Study area and sampling design

Sampling was conducted at six holm oak (Quercus ilex L.) dehesa farms located in the province of Cáceres, western Spain. Three of them were used for free-range livestock rearing (farms 1, 2 and 3); in the other three, livestock had been absent long-term, for at least ten years before the beginning of the study (farms 4, 5 and 6). At farms 1-3, we randomly chose eight pairs of oaks per farm in February 2016. Within each pair, one tree was randomly chosen for experimental short-term livestock exclusion and the other one was left as control. To sum up, there were eight trees x three farms without livestock for ten years or more, and eight trees x two treatments x three farms with livestock. Therefore, 72 Q. ilex trees were monitored (N (control) = 24; N (one-year exclusion) = 24; and N (ten-year exclusion) = 24) (Figure 1, Tables S1-2).

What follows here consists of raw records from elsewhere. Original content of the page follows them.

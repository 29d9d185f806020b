"""What a file holds and what is wrong with it, in numbers (for machines) and words (for people)."""

from collections.abc import Iterator, Sequence
from typing import Any

import numpy as np

from ..constants import MAS
from ..observation import DEFAULT
from ..problems import Problem, Severity
from .epochs import GAP, night_starts
from .links import plain
from .model import BaselineTable, Flux, OIFile
from .observables import KINDS, sound, timed, usable
from .utc import night_label
from .validation import Breach

LARGEST_CLOSURE_PHASE = 1.5 * 3**0.5
"""Largest closure phase, rad, of a companion of contrast 1, to first order in the contrast: when
the two legs of a triangle see it turned by 120 degrees (Le Bouquin & Absil 2012, A&A 541, A89)."""


def inspect(file: OIFile, breaches: Sequence[Breach] | None = None) -> dict[str, Any]:
    """A description of `file` made of plain numbers, text, lists and dictionaries.

    Numbers that the file does not give are absent. Lengths and angles are in the unit that the
    name of the entry ends in. `breaches` are what `validation.validate` says, if it was asked.
    """
    verdict = {} if breaches is None else {"breaches": [str(breach) for breach in breaches]}
    return {
        "file": file.source,
        "version": file.version,
        "targets": list(_targets(file)),
        "instruments": [_instrument(file, w.insname) for w in file.wavelengths],
        "arrays": [
            {"name": array.arrname, "stations": array.sta_name.tolist()} for array in file.arrays
        ],
        "data": {kind: _counts(file, kind) for kind in KINDS if file.of(KINDS[kind].table)},
        "spectra": sum(len(table) for table in file.of(Flux)),
        "correlations": sum(len(table) for table in file.correlations),
        **_reach(file),
        **_precision(file),
        "problems": [problem_entry(problem) for problem in file.problems],
    } | verdict


def _targets(file: OIFile) -> Iterator[dict[str, Any]]:
    """Each target that has data, with its nights."""
    names = file.target.target.tolist()
    for name in dict.fromkeys(map(plain, names)):
        rows = [row for row, other in enumerate(names) if plain(other) == name]
        ids = file.target.target_id[rows]
        nights = list(_nights(file, ids))
        if nights:
            entry: dict[str, Any] = {"name": names[rows[0]]}
            position = (file.target.raep0[rows[0]], file.target.decep0[rows[0]])
            if np.isfinite(position).all() and any(position):  # 0, 0 stands for unknown
                entry |= {"ra_deg": float(position[0]), "dec_deg": float(position[1])}
            yield entry | {"nights": nights}


def _nights(file: OIFile, ids: np.ndarray) -> Iterator[dict[str, Any]]:
    """Each night of a target, with the numbers of usable data."""
    tables = [table for table in file.data if isinstance(table, BaselineTable)]
    mine = [np.isin(table.target_id, ids) & timed(table) for table in tables]
    times = np.concatenate([t.mjd[rows] for t, rows in zip(tables, mine, strict=True)] or [[]])
    if not times.size:
        return
    starts = night_starts(times, GAP.to_value("d"))
    counts = {name: np.zeros(len(starts), dtype=int) for name in ("v2", "t3")}
    instruments: list[set[str]] = [set() for _ in starts]
    for table, rows in zip(tables, mine, strict=True):
        night = np.searchsorted(starts, table.mjd[rows], side="right") - 1
        for number in np.unique(night):
            instruments[number].add(table.insname)
        for name, count in counts.items():
            if isinstance(table, KINDS[name].table):
                kept = _kept(file, table, name)[rows].sum(axis=1)
                count += np.bincount(night, weights=kept, minlength=len(starts)).astype(int)
    which = np.searchsorted(starts, times, side="right") - 1
    for number in range(len(starts)):
        mjd = float(times[which == number].mean())
        yield {
            "night": night_label(mjd),
            "mjd": mjd,
            "instruments": sorted(instruments[number]),
            "n_v2": int(counts["v2"][number]),
            "n_t3": int(counts["t3"][number]),
        }


def _instrument(file: OIFile, insname: str) -> dict[str, Any]:
    spectrum = file.wavelength(insname)
    wave = spectrum.eff_wave.astype(float)
    entry: dict[str, Any] = {"name": insname, "channels": len(spectrum)}
    good = sound(spectrum)
    if good.any():
        entry |= {
            "shortest_um": float(wave[good].min() * 1e6),
            "longest_um": float(wave[good].max() * 1e6),
        }
    resolution = _resolution(file, insname)
    return entry | ({"spectral_resolution": resolution} if resolution else {})


def _resolution(file: OIFile, insname: str) -> float | None:
    """Median of wavelength over width of the channels; None where widths are unknown."""
    spectrum = file.wavelength(insname)
    wave, band = spectrum.eff_wave.astype(float), spectrum.eff_band.astype(float)
    known = sound(spectrum) & (band > 0) & (band < wave)
    return float(np.median(wave[known] / band[known])) if known.any() else None


def _kept(file: OIFile, table: BaselineTable, name: str) -> np.ndarray:
    return usable(table, KINDS[name]) & sound(file.wavelength(table.insname))


def _counts(file: OIFile, name: str) -> dict[str, int]:
    """How many data are kept, flagged, and left out although not flagged."""
    tables = file.of(KINDS[name].table)
    kept = sum(int(_kept(file, table, name).sum()) for table in tables)
    flagged = sum(int(table.flag.sum()) for table in tables)
    return {
        "kept": kept,
        "flagged": flagged,
        "left_out": sum(table.flag.size for table in tables) - kept - flagged,
    }


def _reach(file: OIFile) -> dict[str, float]:
    """Baselines, and the angles that they and the spectral resolution set."""
    shortest, longest, finest, widest, fields = np.inf, 0.0, np.inf, 0.0, []
    for table in file.data:
        spectrum = file.wavelength(table.insname)
        good = sound(spectrum)
        if not isinstance(table, BaselineTable) or not good.any():
            continue
        names = [n for n, kind in KINDS.items() if isinstance(table, kind.table)]
        used = np.any([_kept(file, table, name).any(axis=1) for name in names], axis=0)
        sides = table.sides[used]
        sides = sides[sides > 0]
        if not sides.size:
            continue
        wave = spectrum.eff_wave[good].astype(float)
        shortest, longest = min(shortest, sides.min()), max(longest, sides.max())
        finest = min(finest, wave.min() / sides.max())
        widest = max(widest, wave.max() / sides.min())
        resolution = _resolution(file, table.insname)
        if resolution:
            fields.append(np.median(wave) * resolution / sides.max())
    if not longest:
        return {}
    result = {
        "shortest_baseline_m": float(shortest),
        "longest_baseline_m": float(longest),
        "resolution_mas": float(finest / 2 / MAS),
        "alias_mas": float(widest / 2 / MAS),
    }
    return result | ({"field_mas": float(min(fields) / MAS)} if fields else {})


def _precision(file: OIFile) -> dict[str, float]:
    """Typical errors, and the contrast whose largest closure phase is one of them."""
    result = {}
    for name, entry in (("v2", "v2_error"), ("t3", "closure_phase_error_deg")):
        kind = KINDS[name]
        parts = [t[kind.error][_kept(file, t, name)] for t in file.of(kind.table)]
        errors = np.concatenate(parts or [np.empty(0)])
        if errors.size:
            result[entry] = float(np.median(errors))
    if "closure_phase_error_deg" in result:
        phase = np.radians(result["closure_phase_error_deg"])
        result["faintest_contrast"] = float(phase / LARGEST_CLOSURE_PHASE)
    return result


def problem_entry(problem: Problem) -> dict[str, str]:
    """A problem as an entry of the JSON of `nodeline inspect`."""
    return {
        "severity": str(problem.severity),
        "table": problem.table,
        "what": problem.what,
        "done": problem.done,
    }


MOST_NIGHTS, MOST_BREACHES = 8, 6
SIGN = """\
  A wrong sign of the phases cannot be seen in one file. It turns every position by 180 deg;
  if the instrument is known for it, use --flip-phase."""


def in_words(result: dict[str, Any]) -> str:
    """The result of `inspect` as one screen of text."""
    lines = [f"{result['file']}: OIFITS {result['version']}", *_verdict(result)]
    for target in result["targets"]:
        place = ""
        if "ra_deg" in target:
            place = f"  (RA {target['ra_deg']:.5f}, Dec {target['dec_deg']:+.5f} deg)"
        lines.append(_row("target", target["name"] + place))
        nights = target["nights"]
        lines += [_row("  night", _night(night)) for night in nights[:MOST_NIGHTS]]
        if len(nights) > MOST_NIGHTS:
            more = len(nights) - MOST_NIGHTS
            lines.append(_row("", f"and {more} more, the last {nights[-1]['night'][:10]}"))
    lines += [_row("instrument", _spectrum(one)) for one in result["instruments"]]
    for array in result["arrays"]:
        lines.append(_row("array", f"{array['name']}: {' '.join(array['stations'])}"))
    lines += [
        *_amounts(result),
        *_angles(result),
        *_felt(result),
        *_faults(result["problems"]),
        SIGN,
    ]
    return "\n".join(lines)


def _verdict(result: dict[str, Any]) -> Iterator[str]:
    """Whether a file is valid, if that was looked into."""
    breaches = result.get("breaches")
    if breaches is not None:
        count = "1 breach" if len(breaches) == 1 else f"{len(breaches)} breaches"
        yield _row("standard", count if breaches else "valid")
        yield from (_row("", breach) for breach in breaches[:MOST_BREACHES])
        if len(breaches) > MOST_BREACHES:
            yield _row("", f"and {len(breaches) - MOST_BREACHES} more")


def _row(head: str, text: str) -> str:
    return f"  {head:<12} {text}"


def _night(night: dict[str, Any]) -> str:
    return (
        f"{night['night'][:10]}  MJD {night['mjd']:.4f}  {'+'.join(night['instruments'])}  "
        f"{night['n_v2']} V2, {night['n_t3']} T3"
    )


def _spectrum(one: dict[str, Any]) -> str:
    text = f"{one['name']}: {one['channels']} channel{'s' if one['channels'] != 1 else ''}"
    if "shortest_um" in one:
        text += f", {one['shortest_um']:.4g} to {one['longest_um']:.4g} um"
    if "spectral_resolution" in one:
        text += f", resolution {one['spectral_resolution']:.3g}"
    return text


def _amounts(result: dict[str, Any]) -> Iterator[str]:
    """How many data there are of each kind."""
    others = []
    for name, counts in result["data"].items():
        word = KINDS[name].words
        if name not in DEFAULT and not counts["kept"]:
            continue
        if name not in DEFAULT:
            others.append(f"{counts['kept']} {word}")
            continue
        text = f"{counts['kept']} {word} kept, {counts['flagged']} flagged"
        yield _row("data", text + (f", {counts['left_out']} left out" * bool(counts["left_out"])))
    if others:
        yield _row("  also", ", ".join(others) + ": off unless asked for")
    if result["spectra"]:
        yield _row("  also", f"{result['spectra']} spectra: kept in copies")
    if result["correlations"]:
        yield _row("  also", f"{result['correlations']} correlations between data")


def _angles(result: dict[str, Any]) -> Iterator[str]:
    if "resolution_mas" not in result:
        return
    yield _row(
        "baselines",
        f"{result['shortest_baseline_m']:.4g} to {result['longest_baseline_m']:.4g} m",
    )
    yield _row("resolution", f"{result['resolution_mas']:.3g} mas, lambda/2B")
    yield _row("aliases", f"beyond {result['alias_mas']:.3g} mas, lambda/2B of the shortest B")
    if "field_mas" in result:
        yield _row("field", f"{result['field_mas']:.3g} mas, lambda^2/(B dlambda)")


def _felt(result: dict[str, Any]) -> Iterator[str]:
    parts = []
    if "v2_error" in result:
        parts.append(f"V2 {result['v2_error']:.2g}")
    if "closure_phase_error_deg" in result:
        contrast = result["faintest_contrast"]
        parts.append(
            f"closure phase {result['closure_phase_error_deg']:.2g} deg, which feels "
            f"a contrast of {contrast:.2g}"
            + (f" ({-2.5 * np.log10(contrast):.1f} mag)" if 0 < contrast < 1 else "")
        )
    if parts:
        yield _row("precision", ", ".join(parts))


def _faults(problems: list[dict[str, str]]) -> Iterator[str]:
    """Problems, the worst first; the same one of several tables is told once."""
    if not problems:
        yield _row("problems", "none found")
        return
    order = [str(severity) for severity in sorted(Severity, reverse=True)]
    grouped: dict[tuple[str, str, str], list[str]] = {}
    for p in sorted(problems, key=lambda p: order.index(p["severity"])):
        grouped.setdefault((p["severity"], p["what"], p["done"]), []).append(p["table"])
    for (severity, what, done), tables in grouped.items():
        where = tables[0] + (f" and {len(tables) - 1} more" if len(tables) > 1 else "")
        yield _row(severity, f"{where + ': ' if where else ''}{what}")
        yield _row("", f"-> {done}")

In March 2016 (early spring), experimental trees of farms 1-3 were fully enclosed by a fence to avoid livestock grazing beneath their canopies. In April 2017 (spring), we sampled all study trees following the same methodology. We vacuumed 2 m2 of the floor (2900 W vacuum machine) beneath the canopy of each tree: a 1 m2 plot at the northern half of the canopy and 1 m2 at the southern half. Each plot was vacuumed for 30 seconds to sample all the arthropods on the soil surface and on the vegetation. We pooled both samples of each tree and stored them in cardboard boxes that were taken to the laboratory and placed in the fridge at 4 ºC until sorting. By doing this, we preserved the specimens and kept them inactive, thus preventing them flying off during sample cleaning and classification. The content of each box was emptied on a tray and carefully inspected. Plant debris and soil were discarded, and all the arthropods taken and placed in a bottle filled with 96% ethanol. After 5 minutes without finding any new specimen, we considered sample revision as completed.
As livestock effects on arthropods can be mediated by changes in vegetation structure, we measured vegetation density and height beneath the tree canopy while sampling arthropods (raw data available in Table S3). At each tree, we annotated vegetation height at 8 random points with a calibrated rod that we placed vertically on the ground. At each point we registered whether vegetation touched the rod at: ground level, 0-10 cm, 11-25 cm, 26-50 cm, and taller than 50 cm; we also measured the maximum vegetation height (see Muñoz et al., 2009 for a similar sampling procedure).